GSVA analysis predicted signaling pathways associated with hnRNPAB across various tumor types. Up-regulated genes were significantly enriched in cell cycle-related pathways, indicating hnRNPAB's role in promoting tumorigenesis and progression via cell cycle regulation. Additionally, up-regulated genes were enriched in signaling pathways such as MTORC1, a key regulator of cell growth and metabolism that activates various metabolic processes [56]. This suggests hnRNPAB supports tumor cell proliferation by modulating the MTORC1 pathway and its downstream effects.
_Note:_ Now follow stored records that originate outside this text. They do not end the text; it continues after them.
package scan

import (
	"errors"
	"math"

	"gonum.org/v1/gonum/spatial/r3"

	"gapflux/internal/hugemem"
	"gapflux/internal/parallel"
)

// keepBase keeps the points of pts (all the cloud's points) inside the
// base cylinder (radius m, height within far of the plane), each repeated
// point once, moves them and the cloud's normals and triangles into the
// base frame bf, and records the drops in out. band (m) is the rim
// search's largest base height. With reuse the cloud's storage is reused
// and c is emptied.
func keepBase(c *Cloud, pts []r3.Vec, rep []int32, merged int, bf *frame, radius, band float64, reuse bool, out *Levelled) (*Levelled, error) {
	far := max(0.1*radius, 1.5*band+0.02*radius)
	level := 1.5*band + 0.005*radius // base height, for the drop report
	lc := &Cloud{Format: c.Format, Unit: c.Unit, UnitSource: c.UnitSource}
	cut := &baseCut{pts: pts, normals: nonEmpty(c.Normals), rep: rep, bf: bf, r2: radius * radius, far: far, level: level}
	var idx []int32 // output index of each point, for the triangles
	if len(c.Triangles) != 0 {
		idx = hugemem.Make[int32](len(pts), 0)
	}
	drop := cut.run(lc, idx, reuse)
	keepTriangles(lc, c, rep, idx, bf, reuse)
	out.Cloud = lc
	out.PointsDropped = len(pts) - len(lc.Points) - merged
	out.DroppedFraction = float64(out.PointsDropped) / float64(len(pts)-merged)
	out.DroppedBeyondRim, out.DroppedAtBaseHeight, out.DroppedOffPlane = drop.beyond, drop.level, drop.offPlane
	out.DroppedBySector = drop.sector
	if out.DroppedFraction > DropReportFraction {
		out.DropReason = drop.reason(len(pts)-merged, level, far)
	}
	if reuse {
		*c = Cloud{} // its storage now belongs to the output
	}
	if len(lc.Points) < 3 {
		return nil, errors.New("scan: level: fewer than 3 points left on the base")
	}
	return out, nil
}

// baseCut keeps the points that are not a repeat and lie within the base
// cylinder: within radius (r2 = radius², m²) of the axis and within far
// (m) of the plane of frame bf. It tallies the dropped ones against the
// base height level (m).
type baseCut struct {
	pts, normals   []r3.Vec // input points, m, and their normals (or nil)
	rep            []int32  // first occurrence of each point, or nil
	bf             *frame
	r2, far, level float64
}

// part handles points [i0, i1): the kept ones, moved into the base frame,
// go in order to dst[o:] (normals, rotated, to dstN[o:] when there are
// normals) and their output index to idx (−1 for a dropped point; idx may
// be nil). With dst nil it only counts. Dropped points are counted in
// tally unless it is nil. It returns the number kept. dst may be pts
// itself with o ≤ i0 (kept points only move down), and dstN normals.
func (b *baseCut) part(i0, i1 int, dst, dstN []r3.Vec, o int, idx []int32, tally *dropTally) int {
	n := 0
	for i := i0; i < i1; i++ {
		if b.rep != nil && b.rep[i] != int32(i) {
			if idx != nil {
				idx[i] = -1
			}
			continue
		}
		// coords are the rotated point of the output: Rotation·(p − o).
		u, v, w := b.bf.coords(b.pts[i])
		if out := u*u+v*v > b.r2; out || math.Abs(w) > b.far {
			if idx != nil {
				idx[i] = -1
			}
			if tally != nil {
				tally.add(u, v, w, out, b.level)
			}
			continue
		}
		if dst != nil {
			dst[o+n] = r3.Vec{X: u, Y: v, Z: w}
			if b.normals != nil {
				dstN[o+n] = b.bf.rotate(b.normals[i])
			}
		}
		if idx != nil {
			idx[i] = int32(o + n)
		}
		n++
	}
	return n
}

// run fills lc's points (and normals) with the kept points in input order,
// in the base frame, and idx (when not nil) with each point's output index
// or −1, and returns the drop tally. Parts of the points are handled at
// once. With reuse the output takes the input's storage: each part packs
// its kept points at its own start, then the parts' blocks move down in
// order; else a counting pass sizes the output and a second pass fills it.
// The tallies are counts, so their sum does not depend on the parts.
func (b *baseCut) run(lc *Cloud, idx []int32, reuse bool) dropTally {
	n := len(b.pts)
	parts := rowParts(n)
	cnt := make([]int, parts)
	tallies := make([]dropTally, parts)
	if reuse {
		parallel.Do(n, parts, func(k, i0, i1 int) {
			var tally dropTally // local: the parts' tallies would share cache lines
			cnt[k] = b.part(i0, i1, b.pts, b.normals, i0, idx, &tally)
			tallies[k] = tally
		})
		off := packBlocks(b.pts, n, cnt)
		lc.Points = b.pts[:off[parts]]
		if b.normals != nil {
			packBlocks(b.normals, n, cnt)
			lc.Normals = b.normals[:off[parts]]
		}
		if idx != nil {
			shiftIndices(idx, n, off)
		}
	} else {
		parallel.Do(n, parts, func(k, i0, i1 int) {
			var tally dropTally
			cnt[k] = b.part(i0, i1, nil, nil, 0, nil, &tally)
			tallies[k] = tally
		})
		off := blockOffsets(cnt)
		lc.Points = hugemem.Make[r3.Vec](off[parts], 0)
		if b.normals != nil {
			lc.Normals = hugemem.Make[r3.Vec](off[parts], 0)
		}
		parallel.Do(n, parts, func(k, i0, i1 int) {
			b.part(i0, i1, lc.Points, lc.Normals, off[k], idx, nil)
		})
	}
	var drop dropTally
	for k := range tallies {
		drop.merge(&tallies[k])
	}
	return drop
}

// blockOffsets returns where each part's items start in the packed output:
// the prefix sums of cnt, with the total last.
func blockOffsets(cnt []int) []int {
	off := make([]int, len(cnt)+1)
	for k, c := range cnt {
		off[k+1] = off[k] + c
	}
	return off
}

// packBlocks moves, in order, the cnt[k] items at the start of part k of
// s (parts of [0, n) as parallel.Do splits it) to their packed offset,
// and returns the offsets (blockOffsets). A block moves down, never over
// a later block's items.
func packBlocks[T any](s []T, n int, cnt []int) []int {
	off := blockOffsets(cnt)
	p := len(cnt)
	for k := range p {
		i0 := k * n / p
		copy(s[off[k]:off[k+1]], s[i0:i0+cnt[k]])
	}
	return off
}

// shiftIndices moves the output indices of part k (numbered from the
// part's own start) by the part's packed offset, parts at once.
func shiftIndices(idx []int32, n int, off []int) {
	parallel.Do(n, len(off)-1, func(k, i0, i1 int) {
		d := int32(off[k] - i0)
		if d == 0 {
			return
		}
		for i := i0; i < i1; i++ {
			if idx[i] >= 0 {
				idx[i] += d
			}
		}
	})
}

// keepTriangles fills lc's triangles (and facet normals, rotated into
// frame bf) with c's triangles whose three vertices are kept, re-indexed
// through rep (repeats to their first occurrence) and idx (output
// indices), in input order. With reuse the output takes c's storage, as
// baseCut.run does.
func keepTriangles(lc, c *Cloud, rep, idx []int32, bf *frame, reuse bool) {
	n := len(c.Triangles)
	if n == 0 {
		if reuse {
			lc.Triangles = c.Triangles[:0]
		}
		return
	}
	tris, fns := c.Triangles, nonEmpty(c.FacetNormals)
	part := func(t0, t1 int, dst [][3]int32, dstN []r3.Vec, o int) int {
		m := 0
		for t := t0; t < t1; t++ {
			tri := tris[t]
			if rep != nil {
				tri = [3]int32{rep[tri[0]], rep[tri[1]], rep[tri[2]]}
			}
			a, b, d := idx[tri[0]], idx[tri[1]], idx[tri[2]]
			if a < 0 || b < 0 || d < 0 {
				continue
			}
			if dst != nil {
				dst[o+m] = [3]int32{a, b, d}
				if fns != nil {
					dstN[o+m] = bf.rotate(fns[t])
				}
			}
			m++
		}
		return m
	}
	parts := rowParts(n)
	cnt := make([]int, parts)
	if reuse {
		parallel.Do(n, parts, func(k, t0, t1 int) { cnt[k] = part(t0, t1, tris, fns, t0) })
		off := packBlocks(tris, n, cnt)
		lc.Triangles = tris[:off[parts]]
		if fns != nil {
			packBlocks(fns, n, cnt)
			lc.FacetNormals = fns[:off[parts]]
		}
		return
	}
	parallel.Do(n, parts, func(k, t0, t1 int) { cnt[k] = part(t0, t1, nil, nil, 0) })
	off := blockOffsets(cnt)
	if off[parts] == 0 {
		return
	}
	lc.Triangles = hugemem.Make[[3]int32](off[parts], 0)
	if fns != nil {
		lc.FacetNormals = hugemem.Make[r3.Vec](off[parts], 0)
	}
	parallel.Do(n, parts, func(k, t0, t1 int) { part(t0, t1, lc.Triangles, lc.FacetNormals, off[k]) })
}

// nonEmpty returns v, or nil when it is empty.
func nonEmpty(v []r3.Vec) []r3.Vec {
	if len(v) == 0 {
		return nil
	}
	return v
}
Moreover, down-regulated genes were significantly enriched in metabolism-related pathways, suggesting hnRNPAB's involvement in metabolic reprogramming.
Mounting evidence highlights the significant role of the TME in tumor onset and progression [57]. Recent advancements in cancer research and treatment have shifted focus from a tumor-centric model to one centered on the TME [58]. Analysis of hnRNPAB expression in relation to pan-cancer immune cell infiltration revealed a negative correlation with the infiltration of CD8 + T cells, CD4 + T cells, and NK cells in most cancers. Tumors with mutant hnRNPAB exhibited significantly higher levels of immune infiltration compared to those with wild-type hnRNPAB. This indicates that hnRNPAB may enhance the TME by suppressing the infiltration of these critical immune cells, and mutations in hnRNPAB could influence tumor behavior by altering the immune microenvironment. hnRNPAB exhibited a significant positive correlation with CAF infiltration levels in KIRP, LIHC, THCA, and UVM. CAFs promote primary tumor initiation and progression by modulating tumor cell proliferation, survival, migration, invasion, and treatment resistance through cytokine secretion [59]. Analysis using the TIMER2.0 database indicated that in liver cancer, hnRNPAB expression positively correlated with CAF markers such as CAV1, CD101, COL1A1, COL1A2, FAP, TGF-β3, and VIM. In KIRP, hnRNPAB expression also showed positive correlations with VIM, CD101, COL1A1, TGF-β2, TGF-β3, EPCAM, and CAV1.
In summary, this study examines the biological and clinical significance of hnRNPAB across various cancers, demonstrating that high hnRNPAB expression is associated with poor prognosis in cancers such as those of the kidney and liver. Additionally, hnRNPAB appears to promote tumor growth and metastasis by modulating immune cell infiltration and CAF activity within the TME. The investigation also covers hnRNPAB gene mutation and methylation status, and their association with tumor metabolic reprogramming and immune evasion. These results provide a foundational basis for further research on hnRNPAB as a potential therapeutic target or biomarker.